El Tabloide

La punta del iceberg

“…Este puente está siendo deteriorado por el óxido desde hace mucho tiempo…”

El municipio de Tuluá necesita una revisión de su infraestructura para mantenimiento, personal que se preocupe no solo por hacer nuevas obras, sino que también se garantice la seguridad de sus habitantes al utilizar las que han sido llevadas a cabo desde hace muchos años.

¿Qué sucedería si no se hace el mantenimiento a las vías, puentes vehiculares y peatonales?
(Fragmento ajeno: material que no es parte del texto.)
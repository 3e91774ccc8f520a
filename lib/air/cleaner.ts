import type { CubicMetres, CubicMetresPerSecond } from '@/lib/units/quantity';
import { airChanges } from './air-changes';
import { finite, fromZeroUp } from './domain';

/**
 * Clean air that a filter gives: its airflow times the share it holds back, m3/s. It counts for particles, or for gases, never both.
 * Source: its definition (AHAM AC-1), CADR = η Q.
 * @throws RangeError for a negative or endless amount, or an efficiency above 1
 */
export function cleanAir(airflow: CubicMetresPerSecond, efficiency: number): CubicMetresPerSecond {
  fromZeroUp({ airflow, efficiency });
  if (efficiency > 1) throw new RangeError('efficiency must be at most 1');
  return (airflow * efficiency) as CubicMetresPerSecond;
}

/** Air changes an hour that a cleaner stands for: 3600 CADR / V. Source: CDC, MMWR 1994;43(RR-13). @throws as `airChanges` */
export const equivalentAirChanges = (clean: CubicMetresPerSecond, volume: CubicMetres) => airChanges(clean, volume);

/**
 * All that clears a room, as one airflow: Q + CADR + k V, m3/s. What stands side by side adds up (CDC, MMWR 1994;43(RR-13)). Build-up,
 * decay and the steady concentration take it for their airflow. Source: mass balance; no published worked value was found.
 * @param settling what falls out or decays by itself, as a share of the room's air, 1/s
 * @throws RangeError for a negative or endless amount
 */
export function clearingAirflow(
  ventilation: CubicMetresPerSecond,
  clean: CubicMetresPerSecond,
  volume: CubicMetres,
  settling = 0,
): CubicMetresPerSecond {
  fromZeroUp({ ventilation, clean, volume, settling });
  return finite(ventilation + clean + settling * volume) as CubicMetresPerSecond;
}
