import type { Metres } from '@/lib/units/quantity';

export const DUCTS = [
  'galvanised-steel',
  'smooth-plastic',
  'semi-rigid-aluminium',
  'flexible-stretched',
  'flexible-slack',
] as const;
export type DuctKind = (typeof DUCTS)[number];

const ASHRAE = 'ASHRAE Fundamentals (2021), ch. 21, Table 1';

/**
 * What a duct is like inside. `roughness` in m, the value for design; `slack` is how far it is pushed together (1 is all of it) where
 * nothing is said.
 */
export type Duct = { name: string; roughness: Metres; flexible: boolean; slack: number; source: string };

export const DUCT_KINDS: Record<DuctKind, Duct> = {
  'galvanised-steel': {
    ...{ name: 'galvanised steel, round', roughness: 0.000_09 as Metres, flexible: false, slack: 0 },
    source: `${ASHRAE}: 0.09 mm for design, 0.049 to 0.098 measured`,
  },
  'smooth-plastic': {
    ...{ name: 'smooth plastic pipe', roughness: 0.000_046 as Metres, flexible: false, slack: 0 },
    source: `${ASHRAE}: 0.046 mm for design, 0.009 to 0.046 measured`,
  },
  'semi-rigid-aluminium': {
    ...{ name: 'semi-rigid aluminium, corrugated', roughness: 0.0021 as Metres, flexible: false, slack: 0 },
    source: `${ASHRAE}: 1.2 to 2.1 mm, the rougher end taken`,
  },
  'flexible-stretched': {
    ...{ name: 'flexible hose on a wire, fully stretched', roughness: 0.0009 as Metres, flexible: true, slack: 0 },
    source: `${ASHRAE}: 0.9 mm for design, 0.09 to 0.9 measured, fully extended`,
  },
  'flexible-slack': {
    ...{ name: 'flexible hose on a wire, slack', roughness: 0.0009 as Metres, flexible: true, slack: 0.15 },
    source: `${ASHRAE}: 0.9 mm for design; 15 % slack where nothing is said is common practice, no source`,
  },
};
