import type { Celsius, CubicMetresPerSecond, Metres, SquareMetres } from '@/lib/units/quantity';
import { finite, fromZeroUp } from './domain';

/** Wind and stack in L/s for each cm2 of leakage area: at the design wind, and for each metre and degree. */
const [WIND, STACK] = [51e-3, 0.35e-3];
/** L/s of a cm2 in m3/s of a m2. */
const PER_SQUARE_METRE = 10;

/**
 * What seeps through the cracks of a house on a cold, windy day with no fan on: Q = A (51 + 0.35 H Δt) / 1000, in L/s with the leakage
 * area at 4 Pa in cm2. It holds for heating, with indoors the warmer. Source: ASHRAE Fundamentals (2021), ch. 17, eq. 10 and Table 5.
 * @throws RangeError for a negative or endless amount, or a room colder than outdoors
 */
export function infiltrationAirflow(
  area: SquareMetres,
  height: Metres,
  indoor: Celsius,
  outdoor: Celsius,
): CubicMetresPerSecond {
  const warmer = indoor - outdoor;
  fromZeroUp({ area, height, warmer });
  return finite(area * PER_SQUARE_METRE * (WIND + STACK * height * warmer)) as CubicMetresPerSecond;
}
La respuesta es muy simple; un día aparecerá el municipio en primera plana de los noticieros a nivel nacional debido al colapso de alguno de ellos en busca del responsable por omisión en la prevención de accidentes o siniestros que se pudieron evitar a tiempo o mínimamente una demanda millonaria contra el mismo.
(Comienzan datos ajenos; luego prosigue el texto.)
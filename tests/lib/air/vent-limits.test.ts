import { describe, expect, it } from 'vitest';
import { VENT_KINDS, VENTS } from '@/lib/air/vent-limits';

describe('the limits by kind of vent', () => {
  // The table of the Building Performance Institute as an audit form reprints it: the strictest row of each kind.
  it.each([
    ['natural-draught', -2],
    ['fan-assisted', -15],
    ['power-vented', -15],
    ['direct-vent', -50],
  ] as const)('holds a %s appliance to the printed %d Pa', (vent, limit) => expect(VENT_KINDS[vent].limit).toBe(limit));

  it('hold an open hearth as strictly as the strictest of them, and say that this is from memory', () => {
    expect(VENT_KINDS['open-hearth'].limit).toBe(Math.max(...VENTS.map((vent) => VENT_KINDS[vent].limit)));
    expect(VENT_KINDS['open-hearth'].source).toMatch(/from memory/i);
  });

  it('name where each is from', () => {
    for (const vent of VENTS) expect(VENT_KINDS[vent].source).toMatch(/Building Performance Institute|From memory/);
  });
});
Por un lado está el puente peatonal que cruza la carrera cuarenta a la altura de la Clínica María Ángel, uno de los más usados, con un índice de 17 peatones por minuto en hora pico, o sea, 1.020 en promedio por hora. Este puente está siendo deteriorado por el óxido desde hace mucho tiempo, tanto así que una de sus columnas, la del lado derecho de la vía en sentido norte; ha perdido parte de la soldadura que la une contra la base del cimiento. Los pasamanos están corroídos por falta de pintura que los proteja contra la intemperie y de continuar así, podría colapsar en algunos años.

Por otro lado está la carrera 23 a la altura del barrio Maracaibo, desde el parque hasta la calle 14 donde está el colegio Alfonso López Pumarejo. Esta vía es la más transitada de Tuluá después de la Sarmiento y la calle 25. Es paso casi obligado para los residentes de todos los barrios ubicados hacia el norte como El Jardín, La Graciela, El 7 de Agosto y Bosques de Maracaibo, entre otros. Como decía, para la carrera 23 urge un mantenimiento que coadyuve a la movilidad pues hoy los vehículos transitan por la izquierda como si se tratase de una calle en Inglaterra, el que desee adelantar, si se atreve, debe hacerlo por la derecha, con el riesgo de averiar su transporte o de accidentarse si se trata de una motocicleta, puesto que su irregularidad puede desequilibrar a cualquiera. ¡Ya ha pasado muchas veces!

Barrios como el Alvernia también requieren de un mantenimiento vial, pues, están en tan mal estado que la gente ya ni siquiera se siente atraída a utilizar las carreras 32 A y 33, desde la calle 21 hasta la 26; una es la que sube hasta el CAI de la Policía, y la subsiguiente en el mismo tramo más sus calles de acceso, la 22 y 23. Están horribles. Hay un hundimiento casi tan profundo como el de la transversal 12 justo después de la carrilera. ¿Será que los residentes de esas zonas no pagan impuestos ni tasas por movilidad vehicular? Lógicamente que sí. Pero, como ya lo dije, hace falta quién se apersone del mantenimiento de todo ello.